11-Ancak, bu düzen bir şekilde kurulabilse bile ortaya bir başka sorun daha çıkmaktadır. Tur operatörleri ve havayolları nakit akışı üzerinden çalıştıklarından, döviz dağları üzerinde oturmazlar. Zaman içinde yaptıkları birikimleri bazı otel yatırımlarında kullanmış olsalar bile, korona krizi ve ardından gelen bu kriz nedeniyle otel değerleri yerlerde sürünmektedir. Finansman sağlanması amacıyla satılmaları veya teminat gösterilmeleri pratik olarak pek mümkün değildir. Dolayısıyla Rusya’da ruble ile yapılacak tur paketi satışlarından elde edilecek gelirin dövize dönüştürülemeyeceği bir ortamda bu sistem de çalışamayacaktır.
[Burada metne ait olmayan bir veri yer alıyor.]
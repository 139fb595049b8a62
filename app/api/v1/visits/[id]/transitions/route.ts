import { defineRoute } from "@/lib/doors/define-route";
import { idParams } from "@/lib/doors/params";
import { transitionVisit } from "@/lib/visits/moves/service";
import { visitRecord, visitTransition } from "@/lib/visits/schema";

export const POST = defineRoute({
  method: "POST",
  permission: "visits.change",
  summary: "Take a visit one step on in its life; moving it makes its successor",
  params: idParams,
  body: visitTransition,
  response: visitRecord,
  problems: ["stale", "move-not-allowed", "visit-overlap", "id-in-use"],
  handle: ({ actor, params, body }) => transitionVisit(actor, params.id, body),
});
12-Türk devleti ise meşhur 128 milyar dolarla sloganlaşan eksideki Merkez Bankası kaynakları ile Rusya’da iş yapan şirketlerden ruble alıp karşılığında döviz verecek durumda değildir. Yukarıda değindiğim turistin Türkiye’de harcayacağı rublenin Rusya’dan yapılacak alımlarda döviz yerine kullanılması modelini burada da kullanmak gerekecektir.
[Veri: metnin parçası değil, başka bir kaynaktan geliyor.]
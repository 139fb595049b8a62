import { type Day, showDay } from "@/lib/dates";
import type { ServicePlanRecord } from "./service-plans/schema";

/** "2 Nov – 20 Nov 2026". Not the locale's own way of ranges: server and browser know different ones. */
export function showWindow({ from, until }: { from: Day; until: Day }, locale: string): string {
  if (from.slice(0, 4) !== until.slice(0, 4)) return `${showDay(from, locale)} – ${showDay(until, locale)}`;
  const short = new Intl.DateTimeFormat(locale, { day: "numeric", month: "short", timeZone: "UTC" });
  return `${short.format(new Date(`${from}T00:00:00Z`))} – ${showDay(until, locale)}`;
}

/** "every 6 months", "in April and October", "2 days before each event". */
export function rhythmWords({ rhythm }: Pick<ServicePlanRecord, "rhythm">, locale: string): string {
  if (rhythm.kind === "interval") {
    const one = rhythm.every === 1;
    return one ? `every ${rhythm.unit}` : `every ${rhythm.every} ${rhythm.unit}s`;
  }
  if (rhythm.kind === "events") {
    if (rhythm.daysBefore === 0) return "on the day of each event";
    return `within ${rhythm.daysBefore === 1 ? "a day" : `${rhythm.daysBefore} days`} before each event`;
  }
  return `in ${new Intl.ListFormat(locale, { type: "conjunction" }).format(rhythm.months.map((month) => monthName(month, locale)))}`;
}

export function monthName(month: number, locale: string, length: "long" | "short" = "long"): string {
  return new Intl.DateTimeFormat(locale, { month: length, timeZone: "UTC" }).format(
    Date.UTC(2026, month - 1),
  );
}

/** ISO weekdays, 1 Monday to 7 Sunday. */
export function weekdayName(weekday: number, locale: string, length: "long" | "short" = "long"): string {
  // 5 January 2026 is a Monday.
  return new Intl.DateTimeFormat(locale, { weekday: length, timeZone: "UTC" }).format(
    Date.UTC(2026, 0, 4 + weekday),
  );
}

export function restWords(
  { rests, restsUntil }: Pick<ServicePlanRecord, "rests" | "restsUntil">,
  locale: string,
) {
  if (!rests) return null;
  return restsUntil ? `rests until ${showDay(restsUntil, locale)}` : "rests until somebody wakes it";
}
Özetle, hiç önceliği olmamasına rağmen, Rusya’nın Türkiye’ye turizm hareketinin iyi niyetle önünü açması, finansal kiralama şirketlerinin bu duruma razı olması, sigorta sorununun çözülmesi, kabotaj yasasının geçici bir maddeyle esnetilmesi, Türkiye ve Rusya’nın ruble üzerinden iki ülke arasında para hareketliliğini çalıştırmaları ile bu yaz Rusya’dan Türkiye’ye turizm hareketliliği kısıtlı ölçüde de olsa gerçekleştirilebilir.
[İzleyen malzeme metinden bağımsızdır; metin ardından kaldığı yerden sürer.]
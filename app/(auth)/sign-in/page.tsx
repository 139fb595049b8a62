import type { Metadata, Route } from "next";
import { redirect } from "next/navigation";
import { SignInForm } from "@/components/people/sign-in-form";
import { AuthPage } from "@/components/shell/auth-page";
import { AppLink } from "@/components/ui/app-link";
import { StateWord } from "@/components/ui/state-word";
import { currentPerson } from "@/lib/auth/actor";
import { ownPath } from "@/lib/auth/next-path";
import { env } from "@/lib/env";
import { hasLocalMailbox } from "@/lib/mail/mailbox";
import { demoSignIns } from "@/lib/people/demo-sign-ins";
import { sendConfirmationAction } from "../confirm-address/actions";
import { signInAction } from "./actions";

export const metadata: Metadata = { title: "Sign in" };

export default async function SignInPage({
  searchParams,
}: {
  searchParams: Promise<Record<string, string | string[] | undefined>>;
}) {
  const { next, done } = await searchParams;
  const goTo = ownPath(next);
  if (await currentPerson()) redirect(goTo as Route);
  const query = goTo === "/" ? "" : `?next=${encodeURIComponent(goTo)}`;
  return (
    <AuthPage
      title="Sign in"
      subtitle="The service book of your piano business."
      footer={
        <>
          New here?{" "}
          <AppLink href={`/sign-up${query}`} className="link">
            Open a book for your shop
          </AppLink>
        </>
      }
    >
      {done === "password" ? (
        <p role="status" className="mb-5">
          <StateWord kind="done" wrap>
            The new password is set, and every device is signed out. Sign in with it.
          </StateWord>
        </p>
      ) : null}
      <SignInForm
        action={signInAction}
        sendConfirmation={sendConfirmationAction}
        mailboxHref={hasLocalMailbox() ? "/mailbox" : null}
        next={goTo}
        demo={env().LOCAL_SERVICES ? demoSignIns : null}
      />
    </AuthPage>
  );
}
Ancak, bu karmaşık işlemleri bugünkü Türk devlet yapısında hızlı bir şekilde gerçekleştirebilecek kadroların kalmış olması şüphelidir. Ayrıca, yukarıda tanımladığım sistem veya bir benzerinin çalışır hale getirilmesi haline bile Batı’dan tepki görmemesi gerekir. Nitekim Yunanistan ve Güney Kıbrıs Rum Yönetimi şimdiden Türkiye’nin Rusya ile olan ilişkilerinde denge kurmaya çalışan politikasını engelleme çalışmalarına başlamış durumdadır.
Türkiye’nin Rusya ile mecburiyetleri ötesinde bir ilişkiye girdiği ve konulan ambargolardan istifade ederek kendine avantaj sağlamaya çalıştığı hissi Batı’da oluşursa iyice sıkıntıya girmemiz söz konusu olabilir.
Sorunun, özel ve kamuda konuyla ilgili tüm tarafların hızla bir araya gelmesi ve ortaklaşa çözümler üretmesiyle aşılabileceği açıktır. Vakit dardır ve hantallığa tahammülü yoktur.